# Planted Dwarf Puffer Substrate Help



## Vinylmation (Dec 1, 2017)

So I'm starting a 29 Gallon Dwarf Puffer Planted Tank.

I originally was going to go with Pool Filter Sand but debating to try either Eco Complete or Fluval Stratum.

I currently have ADA Aquasoil in my Fluval Spec V which is similar to Stratum. I love it plant wise but lowers pH. My concern is the Stratum will drop my pH too low for Dwarf Puffers. My tap water went from a pH of 8.4 to 6.4 using AquaSoil. I want to drop my pH but not that much. On my Fluval V, I did put about a 3 inch layer of AquaSoil. *I'm not sure If the more substrate you add, the more the pH drops???* On my 29 Gallon I plan to do about a 2 inch layer. 
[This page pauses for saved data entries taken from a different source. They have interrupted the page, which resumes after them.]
"""Small flows to simulate, and how a share is held against an exact one."""

from typing import Any

from flowplan.engine.simulate import Options, Simulation, simulate
from flowplan.engine.simulate.intervals import wilson
from tests.support.flows import Data, bare_flow, margins_of, mask, overlay_pair

#: Confidence of a test's interval: wrong once in 30 000 such tests, and the seed is fixed.
SURE = 1 - 3e-5
Z_SURE = 4.2


def simulated(data: Data, samples: int = 20_000, **options: Any) -> Simulation:
    """Simulate plain data on one thread."""
    return simulate(margins_of(data), Options(samples=samples, **({"threads": 1} | options)))


def one_pair(terms: dict[str, Any], limit: float, **more: Any) -> Data:
    """Return a flow with one overlay pair along x, whose second mask has these terms."""
    masks = [mask("A"), mask("B", "A", terms=terms)]
    return bare_flow(masks, [overlay_pair("A", "B", limit=limit, axes="x")], **more)


def holds(exact: float, share: float, samples: float) -> bool:
    """Whether an exact share lies in the interval of a counted one."""
    low, high = wilson(share * samples, samples, SURE)
    return low <= exact <= high
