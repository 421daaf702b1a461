"""What people write for a unit, and which unit of the closed list they mean."""

from flowplan.errors import nearest
from flowplan.units import UNITS, UnitError

_MEANT = {
    "micron": "um", "microns": "um", "micrometer": "um", "micrometre": "um", "mu": "um", "u": "um",
    "\N{MICRO SIGN}": "um", "\N{GREEK SMALL LETTER MU}": "um",
    "nanometer": "nm", "nanometre": "nm", "n": "nm",
    "millimeter": "mm", "millimetre": "mm", "centimeter": "cm", "centimetre": "cm",
    "inch": "in", "inches": "in", '"': "in", "microrad": "urad", "microradian": "urad",
    "kelvin": "K", "\N{DEGREE SIGN}c": "degC", "c": "degC",
}  # fmt: skip
_WORTH = {
    "\N{LATIN CAPITAL LETTER A WITH RING ABOVE}": "0.1 nm", "\N{ANGSTROM SIGN}": "0.1 nm", "a": "0.1 nm",
    "angstrom": "0.1 nm", "pm": "0.001 nm", "m": "1000 mm", "mil": "0.001 in", "rad": "1000 mrad",
    "nrad": "0.001 urad",
}  # fmt: skip


def unit_hint(error: UnitError, unit: str) -> str:
    """Return what to write instead of an unknown unit.

    Parameters
    ----------
    error : UnitError
        FP401; its hint lists the known units.
    unit : str
        What was written.

    Returns
    -------
    str
        The unit that is meant, what an unlisted unit is worth in a listed one, or the known units.
    """
    worth = _WORTH.get(unit) or _WORTH.get(unit.casefold())
    if worth:
        return f"1 {unit} is {worth}"
    meant = _MEANT.get(unit.casefold())
    if meant:
        return f"did you mean {meant!r}?"
    near = nearest(unit, list(UNITS))
    return near if near.startswith("did you mean") else error.hint
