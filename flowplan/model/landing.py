"""The rule `landing`: how much of a contact or via lands on its pad, and what that does to its resistance."""

import math
import re
from typing import Annotated, Literal

from pydantic import AfterValidator, BeforeValidator, Field, model_validator

from flowplan.model.base import (
    LARGEST,
    Axis,
    Described,
    Id,
    Model,
    PositiveLength,
    PositiveNumber,
    Share,
    refuse,
)
from flowplan.units import convert

#: The two tails of 3 standard deviations, rounded [ppm].
TWO_TAILS_PPM = 2700.0
_MILLION = 1e6

_AREA_UNITS = {"um2": 1.0, "cm2": 1e8}
_NUMBER = r"\+?(\d+\.?\d*|\.\d+)([eE][+-]?\d+)?"
_UNIT = r"ohm[ *.·]?(?P<area>um2|cm2)"
_RESISTIVITY = re.compile(rf"\s*(?P<number>{_NUMBER})\s*{_UNIT}\s*")
_SPELLINGS = (("µ", "u"), ("μ", "u"), ("²", "2"), ("^2", "2"), ("Ω", "ohm"))
_ONE_OF_TWO = 'give `nominal: 8` or `resistivity: "20 ohm um2"`'
_RESISTIVITY_HINT = 'write 20 or "20 ohm um2"; "2e-7 ohm cm2" is known too'


def _read_resistivity(value: object) -> float:
    """Read a specific contact resistivity [ohm um^2]."""
    if isinstance(value, str):
        plain = value
        for spelling, known in _SPELLINGS:
            plain = plain.replace(spelling, known)
        found = _RESISTIVITY.fullmatch(plain)
        if not found:
            raise refuse("FP401", f"{value!r} is not a specific contact resistivity", _RESISTIVITY_HINT)
        number = float(found["number"]) * _AREA_UNITS[found["area"]]
    elif isinstance(value, int | float) and not isinstance(value, bool):
        number = float(value) if abs(value) < LARGEST else math.inf
    else:
        raise refuse("FP203", "a specific contact resistivity belongs here", _RESISTIVITY_HINT)
    if not math.isfinite(number):
        raise refuse("FP207", "the number is not finite", "write an ordinary number")
    if number <= 0:
        raise refuse("FP206", f"{value} is not above 0", "give a resistivity above 0")
    return number


Resistivity = Annotated[
    float,
    BeforeValidator(
        _read_resistivity,
        json_schema_input_type=Annotated[float, Field(gt=0)]
        | Annotated[str, Field(pattern=rf"^\s*{_NUMBER}\s*(ohm|Ω|Ω)[ *.·]?[uµμc]m(2|²|\^2)\s*$")],
    ),
]


_OF_OTHER_RULES = {
    "axes": "leave it out: the landed area takes x and y together",
    "drawn": "give the sizes of `contact` and `pad`",
    "keep": "give `least_area`, the share of the contact that must land",
    "limit": "give `least_area`, or `resistance: {nominal: 8, limit: 12}`",
}


def _parts_per_million(value: float) -> float:
    if value > _MILLION:
        raise refuse("FP206", f"{value:g} ppm is more than all", "give at most 1000000")
    return value


class Rectangle(Model):
    """A layer's rectangle with its drawn full widths."""

    layer: Id = Field(description="The layer that prints it.")
    x: PositiveLength = Field(description="Drawn full width along x.")
    y: PositiveLength = Field(description="Drawn full width along y.")


class Resistance(Model):
    """What a contact's resistance is when all of it lands, and what it may grow to."""

    nominal: PositiveNumber | None = Field(
        None, description="Resistance of the drawn contact, wholly landed [ohm]."
    )
    resistivity: Resistivity | None = Field(
        None, description="Instead of it: specific contact resistivity [ohm um2]; divided by the drawn area."
    )
    limit: PositiveNumber | None = Field(None, description="Largest allowed resistance [ohm].")

    @model_validator(mode="after")
    def _one_way(self) -> "Resistance":
        if self.nominal is None and self.resistivity is None:
            raise refuse("FP202", "the resistance itself is not given", _ONE_OF_TWO)
        if self.nominal is not None and self.resistivity is not None:
            message = "`nominal` and `resistivity` exclude each other"
            raise refuse("FP208", message, _ONE_OF_TWO, key="resistivity")
        return self


class Landing(Described):
    """A contact or via lands on a pad; judged by the area that lands and by the resistance."""

    rule: Literal["landing"] = Field(description="How the two layers must fit.")
    name: str = Field("", description="Name of the pair; made from its layers when left out.")
    contact: Rectangle = Field(description="The contact or via.")
    pad: Rectangle = Field(description="What it lands on; may be smaller than the contact.")
    least_area: Share | None = Field(
        None, description="Least share of the drawn contact area that must land."
    )
    resistance: Resistance | None = Field(None, description="The contact's resistance and its limit.")
    allowed_ppm: Annotated[PositiveNumber, AfterValidator(_parts_per_million)] = Field(
        TWO_TAILS_PPM, description="How many contacts in a million may miss what is asked."
    )

    @model_validator(mode="before")
    @classmethod
    def _both_axes_at_once(cls, value: object) -> object:
        for key, instead in _OF_OTHER_RULES.items():
            if isinstance(value, dict) and key in value:
                raise refuse("FP201", f"`{key}` does not belong to a landing pair", instead, key=key)
        return value

    @property
    def layers(self) -> tuple[str, str]:
        """Pad, contact: the overlay is that of the second against the first."""
        return self.pad.layer, self.contact.layer

    @property
    def judged_axes(self) -> tuple[Axis, ...]:
        """No axis alone: the two together."""
        return ()

    def nominal_resistance(self, unit: str) -> float | None:
        """Return the resistance of the drawn contact, wholly landed [ohm].

        Parameters
        ----------
        unit : str
            The file's unit.

        Notes
        -----
        R = rho / A with the specific contact resistivity rho and the drawn area A.
        """
        given = self.resistance
        if given is None or given.resistivity is None:
            return None if given is None else given.nominal
        width, height = (
            convert(length.in_base(unit), "nm", "um") for length in (self.contact.x, self.contact.y)
        )
        return given.resistivity / (width * height)

    def least_fraction(self, unit: str) -> float | None:
        """Return the share of the drawn area below which the pair fails; None where nothing is judged.

        Parameters
        ----------
        unit : str
            The file's unit.

        Notes
        -----
        R > limit says the same as A / A0 < nominal / limit, so the larger of the two shares counts.
        """
        nominal, asked = self.nominal_resistance(unit), self.resistance
        shares = [] if self.least_area is None else [self.least_area]
        if nominal is not None and asked is not None and asked.limit is not None:
            shares.append(nominal / asked.limit)
        return max(shares, default=None)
Eventually I will be running low amounts of CO2 using an Aquatek/Paintball Set Up so thats another factor, CO2 drops your pH.
*
So not sure If I should try Eco Complete that's "inert" but to my understanding Stratum is better for plants?*
*
Should I stick to PFS with Root Tabs?*

I may start using Glacier RO water in the near future and remineralize with Salty Shrimp KH/GH

So basically looking for a great substrate for plants that can also be suitable for Dwarf Puffers.


Tap Water
pH 8.4 
Ammonia 0.50 ppm
Nitrite 0 ppm
Nitrate 0 ppm
GH 4
KH 3

Aquarium Water with ADA SOIL
pH drops to 6.4 
Ammonia 0
Nitrite 0
Nitrate 5.0ppm
KH 1
GH 3


----------



## Daltonr70 (Feb 20, 2018)

Qyuck question is your ph stay at 6.4 all the time using the Substrate. If so I'm going to use it because I'll be putting Discus in the tank and they like ph of anything from 6.0 to 7.4


----------



## mgeorges (Feb 1, 2017)

I would just roll with pool filter sand, skip the root tabs. Dosing the water column will provide plants with all necessary nutrients, plus you never have to worry about moving plants and disturbing the root tabs. I'm running into that issue right now, kicking myself for putting them in my tank. Maybe a SLIGHT improvement in certain plants, not enough to justify my inability to trim and replant. 

ADA will eventually lose the ability to buffer the water, so I don't think adding less will lower the amount it buffers, it will just shorten the life of the buffering capability because that little bit will be doing more work.


----------



## MissCris (Mar 7, 2016)

Eco Complete will need to cycle fishless, but is perfectly fine for puffers. I use in with mine. No effect on ph after initial cycling. Flora Max works fine too, and can be done fish-in cycle if you monitor it well and do frequent partial water changes.


----------